Gerrymandering – – the calculated
drawing of legislative district lines to help the party which controls the state
legislature and to hurt the party out of power – – can not only control the
partisan makeup of Congress but it control the partisan makeup of the state
legislatures.Computer software now
makes the gerrymandering process much more exact and effective.
Most
state legislators and most governors today are Democrats. If Obama usurps the independence of the
Bureau of the Census and if Democrats in state government use advanced
information technology to engage in high tech gerrymandering, the combined
effect could make the Democrat Party the permanent majority party in America
without winning a single new voter. What should conservatives do? There are three major lines of attack.
First, Republicans in Congress should introduce a bill as soon as
possible to require that all legislative districts in our nation be drawn to be
compact, contiguous, and without advantage to any political party. This would create a federal statutory
framework for Republicans to challenge in court any form of gerrymandering at
the congressional or state legislative level. Republican Congresses once outlawed
gerrymandering of congressional districts and Congress clearly has the power to
do this. Article IV of the
Constitution (guarantee of a Republican form of government for states) and the
Fourteenth Amendment (mandating equal protection of the law for all persons
within a state) are ample authority for extending this nonpartisan requirement
to state legislative districts too.
Democrats loudly condemned Tom Delay when he encouraged Texas Republicans
to redraw Texas congressional districts so that district boundaries were more
favorable to Republicans. How
can Democrats defend what they accused Republicans of doing? Congressional Republicans ought to be
able to get virtually every member of their caucus to be a co-sponsor of this
good government legislation. Obama himself has opposed, in theory, gerrymandering. Republicans should begin, as soon as
practicable, to make the congressional abolition of gerrymandering a defining
difference between the two political parties.
Second, the Republican Party should begin to inform voters in swing
states like New Hampshire, Indiana, North Carolina, Ohio, and Iowa just how much
political clout and federal money a crassly partisan Obama census process would
cost the people and politicians of those states. Republicans should encourage bipartisan
state resolutions to demand a census free of theoretical projections and
guessing. Obama won the White House
and Democrats won control Congress by electoral victories in just these swing
states which would be cheated out of any census monkey business.

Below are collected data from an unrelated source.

def write_geopackage(
    path,
    layers: Mapping[str, Layer],
    crs,
    *,
    timestamp=None,
    spatial_index: bool = True,
) -> Path:
    """Write layers to a new GeoPackage, atomically.

    Parameters
    ----------
    path : str or path-like
        Output file (``.gpkg``). An existing file is replaced as a whole, and
        only once the new one is complete (see :func:`.atomic.atomic_path`).
    layers : mapping of str to Layer
        Tables in the order they appear in ``gpkg_contents`` and in GIS layer
        lists. Names: letters, digits and ``_``.
    crs : pyproj.CRS or anything :meth:`pyproj.CRS.from_user_input` accepts, or None
        CRS of every geometry (the survey's working CRS); None writes the
        standard's "undefined Cartesian" reference system (srs_id -1).
    timestamp : datetime.datetime or str, optional
        Value of ``gpkg_contents.last_change``; default ``SOURCE_DATE_EPOCH`` or
        1970-01-01 (see the module notes on determinism).
    spatial_index : bool
        Add an R-tree index to each feature table (when the sqlite library has
        the R-tree module).

    Returns
    -------
    pathlib.Path
        ``path``.
    """
    path = Path(os.fspath(path))
    if not layers:
        raise OutputError(f"no layers to write to '{path}'")
    row = crs_srs_row(crs) if crs is not None else None
    srs_id = row[1] if row is not None else -1  # -1: undefined Cartesian (12-128r18 Req 11)
    last_change = _timestamp(timestamp)
    with atomic_path(path) as tmp:
        con = sqlite3.connect(str(tmp), isolation_level=None)
        try:
            con.execute(f"PRAGMA application_id = {GPKG_APPLICATION_ID}")
            con.execute(f"PRAGMA user_version = {GPKG_USER_VERSION}")
            # the file is fsynced once, complete, by atomic_path: no journal syncing needed here
            con.execute("PRAGMA journal_mode = MEMORY")
            con.execute("PRAGMA synchronous = OFF")
            use_rtree = spatial_index and _rtree_available(con)
            con.executescript(_CORE_SCHEMA)
            con.execute("BEGIN")
            srs_rows = list(_MANDATORY_SRS)
            if row is not None and srs_id not in (4326, -1, 0):
                srs_rows.append(row)
            con.executemany("INSERT INTO gpkg_spatial_ref_sys VALUES (?, ?, ?, ?, ?, ?)", srs_rows)
            for name, layer in layers.items():
                _write_layer(con, name, layer, srs_id, last_change, use_rtree)
            con.execute("COMMIT")
            con.execute("VACUUM")
        except sqlite3.Error as exc:
            raise OutputError(f"cannot write the GeoPackage '{path}': {exc}") from exc
        finally:
            con.close()
    return path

Re-apportionment is a zero sum came. It produces as many losers as winners. It is for just this reason that it must
be fair. The losers are never
happy. Republicans must, as soon as
practicable, let voters in states which would be cheated with a partisan census
count know what Democrats are planning for them. This should also be a defining issue
that separates the two political parties.
Third,
Republicans should begin right now to make a major push to gain a veto on
redistricting in as many states as possible. Corrupt or incompetent Democrat
governors in states like New York, Illinois, and Michigan – – along with voter
fatigue with Democrat governance in those states – – create opportunities for
Republicans to elect governors.
The
Republican disadvantage in state legislatures is marginal. Until the 2006 and 2008 election cycles,
Republicans had more muscle than Democrats in these legislatures. An unpopular Obama Administration in
2010 could produce a natural backlash against the Democrat ticket and return
control of several state legislative chambers to Republicans. Actually, the Republican task is even
easier: Democrats need to control
both legislative chambers and, unless they have a veto-proof majority, the
governor as well. All Republicans
need is one legislative chamber or the governor and enough votes to sustain a
veto in one legislative chamber to prevent gerrymandering.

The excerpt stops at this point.